**Exercise instructions:** For this exercise, report every line of the material that includes "curves".

--- --- ---

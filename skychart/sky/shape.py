"""The fall of a field with solar zenith angle, by which it is interpolated.

Between solar zenith nodes a field is interpolated as shape x linear(field / shape): through twilight light falls by a
factor of ten every two degrees, and the shape (the first order's own fall) carries that.
"""

from dataclasses import dataclass
from typing import Any

import numpy as np
from numpy.typing import NDArray

from skychart.sky.interpolation import spline_matrix

Array = NDArray[np.float64]

_STEP_DEG = 0.25
_FLOOR = 1e-7


@dataclass(frozen=True, eq=False)
class Shape:
    """How a field falls with solar zenith angle: one positive curve a level, and the nodes it is taken off at."""

    node_deg: Array  # (node,), whole degrees
    at_node: Array  # (level, node)
    fine: Array  # (level, every 0.25 degrees)

    @classmethod
    def of(cls, node_deg: Array, values: Array) -> "Shape":
        """From ``values`` >= 0 (level, node): a cubic spline of their logarithm, 1e-7 of the largest added."""
        log = np.log(values + _FLOOR * values.max())
        query = np.arange(0, node_deg[-1] + _STEP_DEG, _STEP_DEG)
        return cls(node_deg, np.exp(log), np.exp(log @ spline_matrix(node_deg, query).T))

    def with_level(self, upper: int, part: float) -> "Shape":
        """The curves with one inserted before ``upper``, that ``part`` of the way to it from the one below."""
        return Shape(self.node_deg, insert_between(self.at_node, upper, part), insert_between(self.fine, upper, part))

    def every_degree(self) -> "Shape":
        """The same curves, taken off at every whole degree."""
        steps = round(1 / _STEP_DEG)
        return Shape(np.arange(self.node_deg[-1] + 1), self.fine[:, ::steps], self.fine)

    def weights(self, level: NDArray[np.int_], cos_chi: Array) -> tuple[NDArray[np.intp], Array, Array]:
        """Lower node of each point and what a field divided by the shape counts at it and at the next node.

        ``level`` and ``cos_chi`` broadcast. Beyond the last node the last value is held.
        """
        degrees = np.degrees(np.arccos(cos_chi))
        place = np.minimum(degrees / _STEP_DEG, self.fine.shape[1] - 1.0)
        low = np.minimum(place.astype(np.intp), self.fine.shape[1] - 2)
        row = level * self.fine.shape[1] + low
        flat = self.fine.ravel()
        here = flat[row]
        here = here + (place - low) * (flat[row + 1] - here)
        whole = np.minimum(degrees, self.node_deg[-1])
        bracket = np.searchsorted(self.node_deg, np.arange(self.node_deg[-1] + 1), side="right") - 1
        bracket = np.minimum(bracket, len(self.node_deg) - 2)
        node = bracket[whole.astype(np.intp)]
        upper = here * (whole - self.node_deg[node]) / np.diff(self.node_deg)[node]
        return node, here - upper, upper


def insert_between(values: NDArray[Any], upper: int, part: float) -> NDArray[Any]:
    """``values`` (level, ...) with one inserted before ``upper``, that ``part`` of the way to it from the one below."""
    between = values[upper - 1] + np.asarray(part, values.dtype) * (values[upper] - values[upper - 1])
    return np.insert(values, upper, between, axis=0)
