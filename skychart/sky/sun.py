"""The sun outside the atmosphere: its spectrum and its disc.

Spectrum: Coddington O. M. et al. 2021, Geophys. Res. Lett. 48, e2020GL091709, doi:10.1029/2020GL091709, and 2023,
Earth and Space Science 10, e2022EA002637, doi:10.1029/2022EA002637 (TSIS-1 HSRS, version 2).
"""

import math

import numpy as np
from numpy.typing import ArrayLike

from skychart.data import load_table
from skychart.sky.wavelengths import checked_wavelength

SOLAR_DISC_DIAMETER_DEG = 0.533
"""Mean angular diameter of the sun, twice arcsin(6.957e8 m / 1 au) (nominal solar radius, IAU 2015 resolution B3)."""

SOLAR_DISC_SOLID_ANGLE_SR = 2 * math.pi * (1 - math.cos(math.radians(SOLAR_DISC_DIAMETER_DEG / 2)))
"""Solid angle of that disc [sr], 6.796e-5."""


def solar_irradiance(wavelength_nm: ArrayLike) -> np.ndarray:
    """Spectral irradiance [W m⁻² nm⁻¹] on a plane facing the sun, at 1 au, outside the atmosphere.

    `wavelength_nm`: wavelength in air [nm], 300 to 1100, any shape; the result has the same shape. Values are means
    over 1 nm about whole nanometres, linear in between. Raises InputError outside the range.
    """
    columns = load_table("solar_tsis1_hsrs_v2_1nm").columns
    tabulated_nm = columns["wavelength_nm"]
    wavelength = checked_wavelength(wavelength_nm, tabulated_nm[0], tabulated_nm[-1])
    return np.asarray(np.interp(wavelength, tabulated_nm, columns["irradiance_w_m2_nm"]))
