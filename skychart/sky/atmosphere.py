"""The air a sky is computed for: layers with their optical depths over a Lambert ground."""

from dataclasses import dataclass
from typing import Self

import numpy as np
from numpy.typing import ArrayLike, NDArray

from skychart.errors import InputError
from skychart.sky import air, gases
from skychart.sky.haze import Haze

EARTH_RADIUS_KM = 6371.0  # mean radius R1, IUGG / Moritz 2000


@dataclass(frozen=True, eq=False)
class Atmosphere:
    """Spherical layers of molecules and absorbing gas over a Lambert ground.

    ``level_altitude_km``: layer boundaries from the ground (0) upward [km], shape (layer + 1,), ascending.
    ``wavelength_nm``: [nm], shape (wavelength,); a label, each wavelength stands for itself.
    ``rayleigh_depth``, ``absorption_depth``: vertical optical depth of each layer, shape (layer, wavelength), >= 0.
    ``depolarisation``: depolarisation ratio of the molecules for natural light, 0 to 0.5, scalar or (wavelength,).
    ``ground_albedo``: 0 to 1, scalar or (wavelength,).
    ``planet_radius_km``: [km], 1000 or more; a very large one gives the flat case.
    ``haze``: particles in the same layers at the same wavelengths, or none.
    ``refractivity``: refractive index of the air at the ground less one, 0 to 5e-4; it bends the beam of the sun.

    Within a layer every species is spread by the monotone cubic through their column above each level, so the density
    is continuous from layer to layer. Every array is held in double precision and is not to be changed.
    Raises InputError.
    """

    level_altitude_km: NDArray[np.float64]
    wavelength_nm: NDArray[np.float64]
    rayleigh_depth: NDArray[np.float64]
    absorption_depth: NDArray[np.float64]
    depolarisation: NDArray[np.float64]
    ground_albedo: NDArray[np.float64]
    planet_radius_km: float = EARTH_RADIUS_KM
    haze: Haze | None = None
    refractivity: float = 0.0

    def __post_init__(self) -> None:
        level = np.asarray(self.level_altitude_km, dtype=float)
        wavelength = np.asarray(self.wavelength_nm, dtype=float)
        if level.ndim != 1 or len(level) < 2 or level[0] != 0 or not np.all(np.diff(level) > 0) or level[-1] > 200:
            raise InputError(f"level_altitude_km is {level}; accepted: two or more, from 0 upward, at most 200 km")
        if wavelength.ndim != 1 or len(wavelength) == 0 or not np.all(wavelength > 0):
            raise InputError(f"wavelength_nm is {wavelength}; accepted: one or more positive wavelengths in nm")
        layers = (len(level) - 1, len(wavelength))
        checked = {
            "level_altitude_km": level,
            "wavelength_nm": wavelength,
            "rayleigh_depth": _within("rayleigh_depth", self.rayleigh_depth, layers, 0, 100),
            "absorption_depth": _within("absorption_depth", self.absorption_depth, layers, 0, 100),
            "depolarisation": _within("depolarisation", self.depolarisation, layers[1:], 0, 0.5),
            "ground_albedo": _within("ground_albedo", self.ground_albedo, layers[1:], 0, 1),
        }
        if not np.all(checked["rayleigh_depth"].sum(axis=0) > 0):
            raise InputError("rayleigh_depth sums to 0 at some wavelength; accepted: some scattering at each")
        if not 1000 <= self.planet_radius_km <= 1e8:
            raise InputError(f"planet_radius_km is {self.planet_radius_km}; accepted: 1000 to 1e8 km")
        if self.haze is not None and self.haze.depth.shape != layers:
            raise InputError(f"haze depth has shape {self.haze.depth.shape}, accepted: {layers}")
        if not 0 <= self.refractivity <= 5e-4:
            raise InputError(f"refractivity is {self.refractivity}; accepted: 0 to 5e-4")
        for name, value in checked.items():
            object.__setattr__(self, name, value)

    @classmethod
    def standard(cls, wavelength_nm: ArrayLike, ozone_du: float = 300, ground_albedo: ArrayLike = 0.18) -> Self:
        """Real air: US Standard Atmosphere 1976 molecules and ``ozone_du`` Dobson units of ozone (0 to 1000).

        ``wavelength_nm`` 300 to 830 [nm], shape (wavelength,); ``ground_albedo`` 0 to 1, scalar or (wavelength,).
        Raises InputError.
        """
        wavelength = np.atleast_1d(np.asarray(wavelength_nm, dtype=float))
        if not 0 <= ozone_du <= 1000:
            raise InputError(f"ozone column is {ozone_du} Dobson units, accepted: 0 to 1000")
        altitude, density = air.standard_air()
        molecules = air.column_of_layers(altitude, density)
        return cls(
            level_altitude_km=altitude,
            wavelength_nm=wavelength,
            rayleigh_depth=molecules[:, None] * air.rayleigh_cross_section(wavelength),
            absorption_depth=gases.ozone_layers(altitude, ozone_du)[:, None] * gases.ozone_cross_section(wavelength),
            depolarisation=air.depolarisation_ratio(wavelength),
            ground_albedo=np.asarray(ground_albedo, dtype=float),
        )


def _within(name: str, value: ArrayLike, shape: tuple[int, ...], low: float, high: float) -> NDArray[np.float64]:
    array = np.asarray(value, dtype=float)
    try:
        array = np.broadcast_to(array, shape).copy()
    except ValueError:
        raise InputError(f"{name} has shape {array.shape}, accepted: {shape}") from None
    outside = ~((array >= low) & (array <= high))
    if outside.any():
        raise InputError(f"{name} holds {array[outside].flat[0]:g}, accepted: {low:g} to {high:g}")
    return array
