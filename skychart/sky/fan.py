"""Rays in all directions of the quadrature from one level, and the light scattered once that they gather."""

from dataclasses import dataclass

import numpy as np
from numpy.typing import NDArray

from skychart.sky import dipole
from skychart.sky.beam import SunTable
from skychart.sky.grid import Grid
from skychart.sky.rays import crossings
from skychart.sky.shells import Shells, tangent_altitude

Array = NDArray[np.float64]


class Fan:
    """Rays in all directions of the quadrature from one level."""

    def __init__(self, shells: Shells, grid: Grid, level: int) -> None:
        self.start = level * grid.substeps
        self.level = level
        radius = shells.planet_radius_km
        altitude = shells.altitude_km[self.start]
        dip_cosine = np.sqrt(altitude * (2 * radius + altitude)) / (radius + altitude)
        self.cos_zenith, self.solid_angle = grid.cosines(dip_cosine)
        self.sin_zenith = np.sqrt(1 - self.cos_zenith**2)
        self.cos_phi, self.sin_phi, phi_weight = grid.azimuths()
        self.solid_angle = self.solid_angle * phi_weight
        tangent = tangent_altitude(altitude, self.cos_zenith, radius)
        factors = shells.slant_factors(tangent)[..., None]
        self.fine = crossings(
            shells.altitude_km, factors * shells.scattering_depth, factors * shells.extinction_depth,
            self.start, self.cos_zenith, radius,
        )  # fmt: skip
        starts = np.arange(0, factors.shape[1], grid.substeps)
        self.coarse = crossings(
            shells.altitude_km[:: grid.substeps],
            np.add.reduceat(factors * shells.scattering_depth, starts, axis=1),
            np.add.reduceat(factors * shells.extinction_depth, starts, axis=1),
            level, self.cos_zenith, radius,
        )  # fmt: skip

    def sight(self, chi: Array) -> dipole.Vector:
        """Directions of sight, each component (ray, chi, azimuth)."""
        return dipole.sight(
            self.cos_zenith[:, None, None], self.sin_zenith[:, None, None], self.cos_phi, self.sin_phi,
            np.cos(chi)[:, None], np.sin(chi)[:, None],
        )  # fmt: skip


@dataclass(frozen=True, eq=False)
class FirstOrder:
    """Light scattered once: ``tensor`` (chi, entry, wavelength), ``irradiance`` from above (chi, wavelength)."""

    tensor: Array
    irradiance: Array


def first_order(table: SunTable, fan: Fan, chi: Array, a: Array, b: Array) -> FirstOrder:
    """Gather the light scattered once from the beam at solar zenith angles ``chi`` [rad] at the fan's level."""
    omega = fan.sight(chi)
    _, e_rho, e_alpha = dipole.projected_axes(omega)
    cos_chi, sin_chi = np.cos(chi)[:, None], np.sin(chi)[:, None]
    tensor = np.zeros((len(chi), dipole.ENTRIES, len(a)))
    irradiance = np.zeros((len(chi), len(a)))
    for ray in range(len(fan.cos_zenith)):
        reached = np.nonzero(fan.fine.reached[ray])
        if fan.start == 0 and fan.cos_zenith[ray] < 0:
            continue
        turn = (fan.fine.cos_turn[ray][reached][:, None, None], fan.fine.sin_turn[ray][reached][:, None, None])
        cos_there = np.clip(cos_chi * turn[0] + sin_chi * turn[1] * fan.cos_phi, -1, 1)
        beam = table.at(reached[1][:, None, None], cos_there)
        light = np.einsum("qxpl,ql->xpl", beam, fan.fine.weight[ray][reached].astype(np.float32), optimize=False)
        across = [dipole.tensor_entries(axis.of(ray), axis.of(ray)) for axis in (e_rho, e_alpha)]
        dipolar = [0.5 * (rho + alpha) for rho, alpha in zip(*across, strict=True)]
        plain = dipole.projector_entries(omega.of(ray))
        weight = fan.solid_angle[ray]
        for entry in range(dipole.ENTRIES):
            tensor[:, entry] += weight * (
                a * np.einsum("xp,xpl->xl", dipolar[entry], light) + b * np.einsum("xp,xpl->xl", plain[entry], light)
            )
        if fan.cos_zenith[ray] > 0:
            phase = dipole.trace(dipolar, 0)
            irradiance += (
                weight * fan.cos_zenith[ray] * (a * np.einsum("xp,xpl->xl", phase, light) + 2 * b * light.sum(axis=1))
            )
    return FirstOrder(tensor, irradiance)
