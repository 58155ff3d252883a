"""Grounds: how much light a surface returns at each wavelength.

Feister U., Grewe R. 1995, Photochem. Photobiol. 62, 736-744, doi:10.1111/j.1751-1097.1995.tb08723.x (grass to thin
snow); Bowker D. E. et al. 1985, NASA Reference Publication 1139 (fresh dry snow, water); Wiscombe W. J., Warren S. G.
1980, J. Atmos. Sci. 37, 2712-2733, doi:10.1175/1520-0469(1980)037<2712:AMFTSA>2.0.CO;2 (snow by theory).
"""

import numpy as np
from numpy.typing import ArrayLike

from skychart.data import load_table
from skychart.errors import InputError
from skychart.sky.wavelengths import checked_wavelength


def ground_names() -> tuple[str, ...]:
    """Names of the grounds that are known, as a user writes them: "grass", "concrete-dry" and so on."""
    columns = load_table("ground_albedo").columns
    return tuple(column.replace("_", "-") for column in columns if column != "wavelength_nm")


def ground_albedo(ground: str | float, wavelength_nm: ArrayLike) -> np.ndarray:
    """Albedo of a ground that sends light back evenly (Lambert's law), 0 to 1, of the shape of `wavelength_nm`.

    `ground`: one of `ground_names()`, or a grey share of light, 0 to 1, the same at all wavelengths. `wavelength_nm`:
    300 to 830 [nm], any shape; measured every 10 nm, linear in between, the last measured value held towards 830 nm.
    Raises InputError for another name, share or wavelength.
    """
    columns = load_table("ground_albedo").columns
    tabulated_nm = columns["wavelength_nm"]
    wavelength = checked_wavelength(wavelength_nm, tabulated_nm[0], tabulated_nm[-1])
    if not isinstance(ground, str):
        if not 0 <= ground <= 1:
            raise InputError(f"ground albedo is {ground}, accepted is 0 to 1")
        return np.full(wavelength.shape, float(ground))
    if ground not in ground_names():
        raise InputError(f"unknown ground {ground!r}; known: {', '.join(ground_names())}")
    return np.asarray(np.interp(wavelength, tabulated_nm, columns[ground.replace("-", "_")]))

--- --- ---

**Answer section:**
        """The curves with one inserted before ``upper``, that ``part`` of the way to it from the one below."""
        """The same curves, taken off at every whole degree."""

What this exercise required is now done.